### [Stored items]
|---|
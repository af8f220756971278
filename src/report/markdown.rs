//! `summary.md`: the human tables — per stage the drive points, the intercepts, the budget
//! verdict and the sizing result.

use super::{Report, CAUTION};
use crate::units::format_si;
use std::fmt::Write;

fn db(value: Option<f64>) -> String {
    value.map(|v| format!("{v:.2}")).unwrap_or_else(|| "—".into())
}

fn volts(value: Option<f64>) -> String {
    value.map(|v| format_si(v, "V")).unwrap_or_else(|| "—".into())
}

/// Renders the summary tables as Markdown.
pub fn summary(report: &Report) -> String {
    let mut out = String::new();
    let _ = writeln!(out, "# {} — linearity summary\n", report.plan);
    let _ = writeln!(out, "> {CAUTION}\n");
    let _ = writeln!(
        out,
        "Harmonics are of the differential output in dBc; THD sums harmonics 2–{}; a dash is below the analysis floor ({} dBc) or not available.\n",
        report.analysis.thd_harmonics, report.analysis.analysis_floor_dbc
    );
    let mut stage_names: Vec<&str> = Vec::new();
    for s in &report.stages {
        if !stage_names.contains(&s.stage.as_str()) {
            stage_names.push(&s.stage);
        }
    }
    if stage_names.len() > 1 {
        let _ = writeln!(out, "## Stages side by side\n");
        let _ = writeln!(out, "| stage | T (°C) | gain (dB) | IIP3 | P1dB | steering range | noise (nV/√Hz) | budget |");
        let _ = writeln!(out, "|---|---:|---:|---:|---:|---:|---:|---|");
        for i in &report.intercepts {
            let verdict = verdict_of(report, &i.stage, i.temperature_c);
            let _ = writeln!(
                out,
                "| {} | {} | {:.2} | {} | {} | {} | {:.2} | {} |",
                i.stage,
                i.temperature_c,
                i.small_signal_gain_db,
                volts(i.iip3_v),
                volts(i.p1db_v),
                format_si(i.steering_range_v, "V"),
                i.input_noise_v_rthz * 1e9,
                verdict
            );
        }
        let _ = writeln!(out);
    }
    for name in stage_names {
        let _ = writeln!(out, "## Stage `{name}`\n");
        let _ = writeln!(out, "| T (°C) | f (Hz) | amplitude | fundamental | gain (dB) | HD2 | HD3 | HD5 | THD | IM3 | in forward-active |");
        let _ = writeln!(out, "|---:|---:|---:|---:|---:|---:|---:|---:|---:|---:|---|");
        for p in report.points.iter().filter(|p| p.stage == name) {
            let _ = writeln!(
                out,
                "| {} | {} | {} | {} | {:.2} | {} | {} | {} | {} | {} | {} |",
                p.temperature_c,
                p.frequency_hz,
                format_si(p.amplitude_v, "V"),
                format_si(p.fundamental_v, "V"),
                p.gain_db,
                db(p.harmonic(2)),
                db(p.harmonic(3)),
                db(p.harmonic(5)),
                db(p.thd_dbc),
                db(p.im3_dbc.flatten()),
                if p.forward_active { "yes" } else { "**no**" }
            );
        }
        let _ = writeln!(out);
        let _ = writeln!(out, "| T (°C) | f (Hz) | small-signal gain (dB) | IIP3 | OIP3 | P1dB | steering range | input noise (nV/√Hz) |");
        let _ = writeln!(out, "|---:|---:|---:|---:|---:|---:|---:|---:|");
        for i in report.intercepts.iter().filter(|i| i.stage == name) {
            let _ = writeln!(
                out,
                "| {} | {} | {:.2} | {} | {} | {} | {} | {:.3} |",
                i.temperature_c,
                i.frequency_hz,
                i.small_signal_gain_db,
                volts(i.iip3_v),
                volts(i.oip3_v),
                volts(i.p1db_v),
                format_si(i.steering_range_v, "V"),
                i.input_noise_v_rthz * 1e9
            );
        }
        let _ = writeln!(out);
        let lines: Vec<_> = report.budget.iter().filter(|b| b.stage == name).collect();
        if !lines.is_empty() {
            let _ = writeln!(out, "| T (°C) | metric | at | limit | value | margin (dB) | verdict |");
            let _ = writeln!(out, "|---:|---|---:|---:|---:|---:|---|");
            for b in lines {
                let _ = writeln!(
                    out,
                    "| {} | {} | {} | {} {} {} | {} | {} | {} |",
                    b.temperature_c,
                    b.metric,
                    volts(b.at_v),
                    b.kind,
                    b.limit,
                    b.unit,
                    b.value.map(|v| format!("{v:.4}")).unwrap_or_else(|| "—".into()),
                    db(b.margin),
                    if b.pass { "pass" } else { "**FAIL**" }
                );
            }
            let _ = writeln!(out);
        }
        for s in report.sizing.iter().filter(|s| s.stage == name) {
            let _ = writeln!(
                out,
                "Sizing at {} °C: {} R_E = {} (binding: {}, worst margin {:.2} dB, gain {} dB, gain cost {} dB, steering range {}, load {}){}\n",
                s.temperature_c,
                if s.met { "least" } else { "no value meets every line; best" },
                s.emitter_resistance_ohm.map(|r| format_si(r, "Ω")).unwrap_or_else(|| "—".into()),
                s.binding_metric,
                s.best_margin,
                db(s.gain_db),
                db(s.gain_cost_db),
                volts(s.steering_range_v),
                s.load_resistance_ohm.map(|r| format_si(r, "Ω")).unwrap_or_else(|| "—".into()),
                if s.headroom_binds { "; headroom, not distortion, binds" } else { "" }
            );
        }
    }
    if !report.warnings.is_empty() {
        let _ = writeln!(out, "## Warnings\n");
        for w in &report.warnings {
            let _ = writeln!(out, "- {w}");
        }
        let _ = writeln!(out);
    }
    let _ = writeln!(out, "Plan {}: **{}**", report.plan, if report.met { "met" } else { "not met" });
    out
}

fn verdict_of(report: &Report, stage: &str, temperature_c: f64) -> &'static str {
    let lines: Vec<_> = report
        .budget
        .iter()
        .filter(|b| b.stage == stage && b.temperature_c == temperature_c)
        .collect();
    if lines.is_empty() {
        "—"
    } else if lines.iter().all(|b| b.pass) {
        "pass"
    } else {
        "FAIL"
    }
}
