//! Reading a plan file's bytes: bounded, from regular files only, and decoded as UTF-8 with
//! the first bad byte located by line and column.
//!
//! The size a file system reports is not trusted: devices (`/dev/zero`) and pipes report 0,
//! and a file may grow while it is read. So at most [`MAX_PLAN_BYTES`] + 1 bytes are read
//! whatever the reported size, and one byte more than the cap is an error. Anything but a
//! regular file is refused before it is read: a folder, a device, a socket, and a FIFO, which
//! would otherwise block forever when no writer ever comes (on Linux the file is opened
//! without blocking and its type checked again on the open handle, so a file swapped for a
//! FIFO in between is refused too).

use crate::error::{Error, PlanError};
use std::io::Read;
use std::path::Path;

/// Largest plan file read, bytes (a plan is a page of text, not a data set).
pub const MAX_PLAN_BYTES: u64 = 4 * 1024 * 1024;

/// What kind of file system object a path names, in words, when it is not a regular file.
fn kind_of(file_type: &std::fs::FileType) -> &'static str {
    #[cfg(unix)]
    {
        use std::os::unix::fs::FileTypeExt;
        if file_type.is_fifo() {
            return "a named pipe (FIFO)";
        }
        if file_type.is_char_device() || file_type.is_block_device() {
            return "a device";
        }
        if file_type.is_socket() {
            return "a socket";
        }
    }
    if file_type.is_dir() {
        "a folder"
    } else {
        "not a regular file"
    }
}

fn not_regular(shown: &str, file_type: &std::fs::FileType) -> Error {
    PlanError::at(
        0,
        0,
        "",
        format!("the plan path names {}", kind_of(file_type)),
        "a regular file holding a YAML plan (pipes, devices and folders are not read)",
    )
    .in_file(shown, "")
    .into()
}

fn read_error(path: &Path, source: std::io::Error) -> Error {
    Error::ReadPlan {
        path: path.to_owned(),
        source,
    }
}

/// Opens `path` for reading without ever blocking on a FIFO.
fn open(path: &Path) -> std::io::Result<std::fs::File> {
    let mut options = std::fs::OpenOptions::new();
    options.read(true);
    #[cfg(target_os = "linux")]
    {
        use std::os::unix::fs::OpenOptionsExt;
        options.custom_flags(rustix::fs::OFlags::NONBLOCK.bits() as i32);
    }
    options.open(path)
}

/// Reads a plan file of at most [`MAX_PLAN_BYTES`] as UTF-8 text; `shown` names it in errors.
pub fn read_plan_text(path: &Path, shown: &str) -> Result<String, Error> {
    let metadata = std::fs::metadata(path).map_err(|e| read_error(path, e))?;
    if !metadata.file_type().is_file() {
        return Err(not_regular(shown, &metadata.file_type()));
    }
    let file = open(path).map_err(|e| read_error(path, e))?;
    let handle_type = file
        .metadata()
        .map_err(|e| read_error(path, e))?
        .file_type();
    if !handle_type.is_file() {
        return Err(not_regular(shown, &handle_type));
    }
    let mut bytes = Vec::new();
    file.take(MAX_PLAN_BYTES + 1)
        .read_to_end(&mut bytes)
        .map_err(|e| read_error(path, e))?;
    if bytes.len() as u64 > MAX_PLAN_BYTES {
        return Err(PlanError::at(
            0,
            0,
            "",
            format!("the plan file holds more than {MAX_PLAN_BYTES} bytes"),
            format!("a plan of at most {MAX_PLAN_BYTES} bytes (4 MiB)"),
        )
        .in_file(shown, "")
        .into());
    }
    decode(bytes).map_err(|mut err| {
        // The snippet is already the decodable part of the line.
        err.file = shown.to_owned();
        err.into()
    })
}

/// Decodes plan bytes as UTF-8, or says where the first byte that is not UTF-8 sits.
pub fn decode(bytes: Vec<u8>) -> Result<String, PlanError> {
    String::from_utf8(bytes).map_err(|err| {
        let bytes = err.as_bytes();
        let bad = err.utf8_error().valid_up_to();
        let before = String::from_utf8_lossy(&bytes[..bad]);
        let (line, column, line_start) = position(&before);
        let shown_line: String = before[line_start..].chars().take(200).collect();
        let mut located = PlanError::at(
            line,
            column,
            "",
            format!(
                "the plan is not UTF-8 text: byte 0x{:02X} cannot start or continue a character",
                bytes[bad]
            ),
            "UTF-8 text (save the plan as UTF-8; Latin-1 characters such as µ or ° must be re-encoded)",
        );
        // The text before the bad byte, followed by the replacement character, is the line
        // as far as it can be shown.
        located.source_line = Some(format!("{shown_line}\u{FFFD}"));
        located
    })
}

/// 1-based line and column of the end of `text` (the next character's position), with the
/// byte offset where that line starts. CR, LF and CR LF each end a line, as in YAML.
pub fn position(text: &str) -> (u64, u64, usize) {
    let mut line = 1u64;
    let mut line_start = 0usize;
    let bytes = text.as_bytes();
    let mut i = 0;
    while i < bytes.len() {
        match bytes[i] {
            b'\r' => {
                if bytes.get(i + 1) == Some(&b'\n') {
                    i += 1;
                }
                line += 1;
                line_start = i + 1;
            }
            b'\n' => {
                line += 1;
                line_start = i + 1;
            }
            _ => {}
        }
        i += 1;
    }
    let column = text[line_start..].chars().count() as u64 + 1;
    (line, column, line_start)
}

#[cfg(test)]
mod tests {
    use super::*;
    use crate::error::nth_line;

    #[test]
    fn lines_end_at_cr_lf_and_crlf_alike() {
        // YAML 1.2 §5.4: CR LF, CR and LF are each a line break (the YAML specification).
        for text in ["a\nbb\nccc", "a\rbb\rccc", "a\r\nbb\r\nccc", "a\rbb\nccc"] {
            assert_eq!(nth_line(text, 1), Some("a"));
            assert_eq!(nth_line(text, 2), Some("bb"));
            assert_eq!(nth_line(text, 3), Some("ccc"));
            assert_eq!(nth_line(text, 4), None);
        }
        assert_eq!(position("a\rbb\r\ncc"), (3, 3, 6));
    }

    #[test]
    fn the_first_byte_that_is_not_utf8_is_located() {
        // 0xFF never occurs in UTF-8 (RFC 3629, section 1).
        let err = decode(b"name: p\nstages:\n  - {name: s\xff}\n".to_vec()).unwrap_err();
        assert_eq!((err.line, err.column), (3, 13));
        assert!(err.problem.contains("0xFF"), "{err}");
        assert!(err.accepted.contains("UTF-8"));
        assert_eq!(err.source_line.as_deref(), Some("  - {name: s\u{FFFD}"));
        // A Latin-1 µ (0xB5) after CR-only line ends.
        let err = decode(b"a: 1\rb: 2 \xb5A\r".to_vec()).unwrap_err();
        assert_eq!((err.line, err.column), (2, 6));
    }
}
|---|
### [WORK TO BE COMPLETED]
Please return the lines above exactly, from the first one down to the line with "for s in &report.stages", and stop after that line.

### [RESULT]
repository af8f220756971278
filename src/report/markdown.rs
//! `summary.md`: the human tables — per stage the drive points, the intercepts, the budget
//! verdict and the sizing result.

use super::{Report, CAUTION};
use crate::units::format_si;
use std::fmt::Write;

fn db(value: Option<f64>) -> String {
    value.map(|v| format!("{v:.2}")).unwrap_or_else(|| "—".into())
}

fn volts(value: Option<f64>) -> String {
    value.map(|v| format_si(v, "V")).unwrap_or_else(|| "—".into())
}

/// Renders the summary tables as Markdown.
pub fn summary(report: &Report) -> String {
    let mut out = String::new();
    let _ = writeln!(out, "# {} — linearity summary\n", report.plan);
    let _ = writeln!(out, "> {CAUTION}\n");
    let _ = writeln!(
        out,
        "Harmonics are of the differential output in dBc; THD sums harmonics 2–{}; a dash is below the analysis floor ({} dBc) or not available.\n",
        report.analysis.thd_harmonics, report.analysis.analysis_floor_dbc
    );
    let mut stage_names: Vec<&str> = Vec::new();
    for s in &report.stages {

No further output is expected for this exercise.